**Data supplied**

_ _ _ _

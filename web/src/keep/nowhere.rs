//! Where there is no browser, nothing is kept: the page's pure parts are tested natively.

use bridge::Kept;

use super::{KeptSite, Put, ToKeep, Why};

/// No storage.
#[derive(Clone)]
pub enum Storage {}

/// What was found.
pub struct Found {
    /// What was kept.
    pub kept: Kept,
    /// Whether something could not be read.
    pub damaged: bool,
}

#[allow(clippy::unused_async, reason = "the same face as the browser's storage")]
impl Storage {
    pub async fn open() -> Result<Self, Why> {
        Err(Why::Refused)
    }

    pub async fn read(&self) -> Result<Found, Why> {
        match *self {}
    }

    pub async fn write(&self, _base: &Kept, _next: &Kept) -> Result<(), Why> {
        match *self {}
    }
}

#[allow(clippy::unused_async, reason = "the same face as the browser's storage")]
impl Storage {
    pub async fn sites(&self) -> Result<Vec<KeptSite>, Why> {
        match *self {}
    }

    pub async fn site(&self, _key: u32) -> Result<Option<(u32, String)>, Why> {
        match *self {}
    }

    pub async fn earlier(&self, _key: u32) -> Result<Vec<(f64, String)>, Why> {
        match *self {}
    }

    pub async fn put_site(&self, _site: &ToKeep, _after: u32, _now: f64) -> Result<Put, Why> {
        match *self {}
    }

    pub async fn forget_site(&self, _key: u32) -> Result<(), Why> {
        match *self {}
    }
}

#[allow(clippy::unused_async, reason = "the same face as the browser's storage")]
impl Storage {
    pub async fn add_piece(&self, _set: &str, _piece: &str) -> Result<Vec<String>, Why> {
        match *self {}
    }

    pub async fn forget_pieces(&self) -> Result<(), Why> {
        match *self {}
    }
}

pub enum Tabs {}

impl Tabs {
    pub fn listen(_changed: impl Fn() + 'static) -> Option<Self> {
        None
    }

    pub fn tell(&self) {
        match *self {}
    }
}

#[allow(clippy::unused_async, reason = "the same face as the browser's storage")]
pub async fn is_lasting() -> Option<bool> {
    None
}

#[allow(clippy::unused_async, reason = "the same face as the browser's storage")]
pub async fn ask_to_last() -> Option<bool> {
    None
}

_ _ _ _

In your reply, restate every entry exactly.

**Solution for this task**
filename web/src/keep/nowhere.rs
//! Where there is no browser, nothing is kept: the page's pure parts are tested natively.

use bridge::Kept;

use super::{KeptSite, Put, ToKeep, Why};

/// No storage.
#[derive(Clone)]
pub enum Storage {}

/// What was found.
pub struct Found {
    /// What was kept.
    pub kept: Kept,
    /// Whether something could not be read.
    pub damaged: bool,
}

#[allow(clippy::unused_async, reason = "the same face as the browser's storage")]
impl Storage {
    pub async fn open() -> Result<Self, Why> {
        Err(Why::Refused)
    }

    pub async fn read(&self) -> Result<Found, Why> {
        match *self {}
    }

    pub async fn write(&self, _base: &Kept, _next: &Kept) -> Result<(), Why> {
        match *self {}
    }
}

#[allow(clippy::unused_async, reason = "the same face as the browser's storage")]
impl Storage {
    pub async fn sites(&self) -> Result<Vec<KeptSite>, Why> {
        match *self {}
    }

    pub async fn site(&self, _key: u32) -> Result<Option<(u32, String)>, Why> {
        match *self {}
    }

    pub async fn earlier(&self, _key: u32) -> Result<Vec<(f64, String)>, Why> {
        match *self {}
    }

    pub async fn put_site(&self, _site: &ToKeep, _after: u32, _now: f64) -> Result<Put, Why> {
        match *self {}
    }

    pub async fn forget_site(&self, _key: u32) -> Result<(), Why> {
        match *self {}
    }
}

#[allow(clippy::unused_async, reason = "the same face as the browser's storage")]
impl Storage {
    pub async fn add_piece(&self, _set: &str, _piece: &str) -> Result<Vec<String>, Why> {
        match *self {}
    }

    pub async fn forget_pieces(&self) -> Result<(), Why> {
        match *self {}
    }
}

pub enum Tabs {}

impl Tabs {
    pub fn listen(_changed: impl Fn() + 'static) -> Option<Self> {
        None
    }

    pub fn tell(&self) {
        match *self {}
    }
}

#[allow(clippy::unused_async, reason = "the same face as the browser's storage")]
pub async fn is_lasting() -> Option<bool> {
    None
}

#[allow(clippy::unused_async, reason = "the same face as the browser's storage")]
pub async fn ask_to_last() -> Option<bool> {
    None
}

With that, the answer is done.